University: University of St Andrews
Sector(s): Energy & Renewables, Chemical, Engineering & Manufacturing, Materials
Renewable electricity from sources such as wind, tide or solar are intermittent and cannot be controlled to times of peak energy use. The most convenient method of small-scale storage is the transformation of electricity into hydrogen for later transformation back into electricity by a fuel cell. However existing electrolysers are inefficient resulting in a significant energy loss in the conversion and storage process adding to overall costs. The new technology surmounts these problems as the hydrogen production proces is substantially simplified and uses apparatus of relatively economic construction. New materials and designs have been developed to electrolyse steam at 500-600 degrees Celsius. The elevated temperature makes the conversion process more efficient by simplifying the production need, reducing the complexity of the balance of the plant and lowering the cost of the produced hydrogen. The new designs are based on protonic conducting membranes which should produce pure ready to use H2.

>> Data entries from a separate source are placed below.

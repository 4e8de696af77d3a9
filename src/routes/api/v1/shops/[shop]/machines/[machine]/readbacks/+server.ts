import { error, json } from '@sveltejs/kit';
import { withShop } from '$lib/server/db/tenant';
import { requireMember } from '$lib/server/guard';
import { machineFromParam } from '$lib/server/machines/load';
import { listReadbacks, readbackValues } from '$lib/server/readbacks/queries';
import { recordReadback } from '$lib/server/readbacks/record';
import { machineVerification } from '$lib/server/readbacks/status';
import { actorOf } from '$lib/server/readings/form';
import { ReadingInputError } from '$lib/server/readings/record';
import { readbackSchema } from '$lib/schemas/readback';
import type { RequestHandler } from './$types';

/**
 * Read-backs at the control (issue 16). GET: past read-backs, newest first (`?limit=`, default
 * 20, at most 200), each register's verification, and with `?id=` one read-back's values. Any
 * member may read. POST: record one — JSON `{ source: 'file', fileName, text }` or
 * `{ source: 'typed', values: { work: { G54: '1.2500' }, tools: { 3: '-13.6182' } } }`, or a
 * multipart form with a `file` — and get the comparison back. Members who record readings may
 * record read-backs. A refused read-back answers 400 with `issues` and writes nothing.
 */
export const GET: RequestHandler = async (event) => {
	const { shop } = await requireMember(event, 'machines.read');
	const q = event.url.searchParams;
	const limit = q.get('limit') === null ? 20 : Number(q.get('limit'));
	if (!Number.isInteger(limit) || limit < 1 || limit > 200)
		error(400, 'limit must be a whole number from 1 to 200.');
	const idParam = q.get('id');
	const id = idParam === null ? null : Number(idParam);
	if (id !== null && (!Number.isSafeInteger(id) || id < 1))
		error(400, 'id must be a read-back number.');
	const body = await withShop(shop, async (trx) => {
		const machine = await machineFromParam(trx, event.params.machine);
		const readbacks = await listReadbacks(trx, machine.id, limit);
		const verification = await machineVerification(trx, machine.id);
		let values = undefined;
		if (id !== null) {
			const own = await trx('readbacks').where({ id, machine_id: machine.id }).first('id');
			if (!own) error(404, 'No such read-back on this machine.');
			values = await readbackValues(trx, id);
		}
		return { machineId: machine.id, readbacks, verification, ...(values ? { values } : {}) };
	});
	return json(
		{ ...body, asOf: new Date().toISOString() },
		{ headers: { 'cache-control': 'no-store' } }
	);
};

async function bodyOf(request: Request): Promise<unknown> {
	const type = request.headers.get('content-type') ?? '';
	if (type.includes('multipart/form-data')) {
		const form = await request.formData();
		const file = form.get('file');
		if (!(file instanceof File)) error(400, 'Send the control’s offset file as the field "file".');
		return {
			source: 'file',
			fileName: file.name,
			text: await file.text(),
			setupId: form.get('setupId') || undefined,
			note: form.get('note') ?? ''
		};
	}
	if (type.includes('application/json')) {
		try {
			return await request.json();
		} catch {
			error(400, 'The body is not valid JSON.');
		}
	}
	error(415, 'Send JSON or a multipart form with the file.');
}

export const POST: RequestHandler = async (event) => {
	const { shop, user } = await requireMember(event, 'setups.write');
	const parsed = readbackSchema.safeParse(await bodyOf(event.request));
	if (!parsed.success) {
		return json(
			{
				message: 'The read-back was not recorded.',
				issues: parsed.error.issues.map((i) => ({ field: i.path.join('.'), message: i.message }))
			},
			{ status: 400 }
		);
	}
	try {
		const recorded = await withShop(shop, async (trx) => {
			const machine = await machineFromParam(trx, event.params.machine);
			return recordReadback(trx, shop.id, machine, actorOf(event, user), parsed.data);
		});
		return json(recorded, { status: 201 });
	} catch (e) {
		if (e instanceof ReadingInputError)
			return json(
				{ message: 'The read-back was not recorded.', issues: e.issues },
				{ status: 400 }
			);
		throw e;
	}
};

- High temperature electrolysis is more efficient than at low temperature
- Proton conducting membranes produce pure, dry hydrogen ready for use
- Gives more effective generation when coupled with intermittent renewable energy generation
This new electrolyser could be used anywhere clean, dry hydrogen needs to be produced either at the site of generation or at distributed sites near the end users.There is an anticipated growing market of $20 billion/year in the US alone for hydrogen generation for fuel cell technology.
The University of St Andrews has granted patents in the USA, Canada and Europe and the research group involved continues to perform R&D in hydrogen production and storage. The University would welcome enquiries from parties interested in developing commercial applications of hydrogen production and storage. The University of St Andrews is looking to set up a strategic licensing and research support agreement with a company in hydrogen production/storage.
Granted patents: US 7,906,006 and US 8,262,896. Europe 1730327.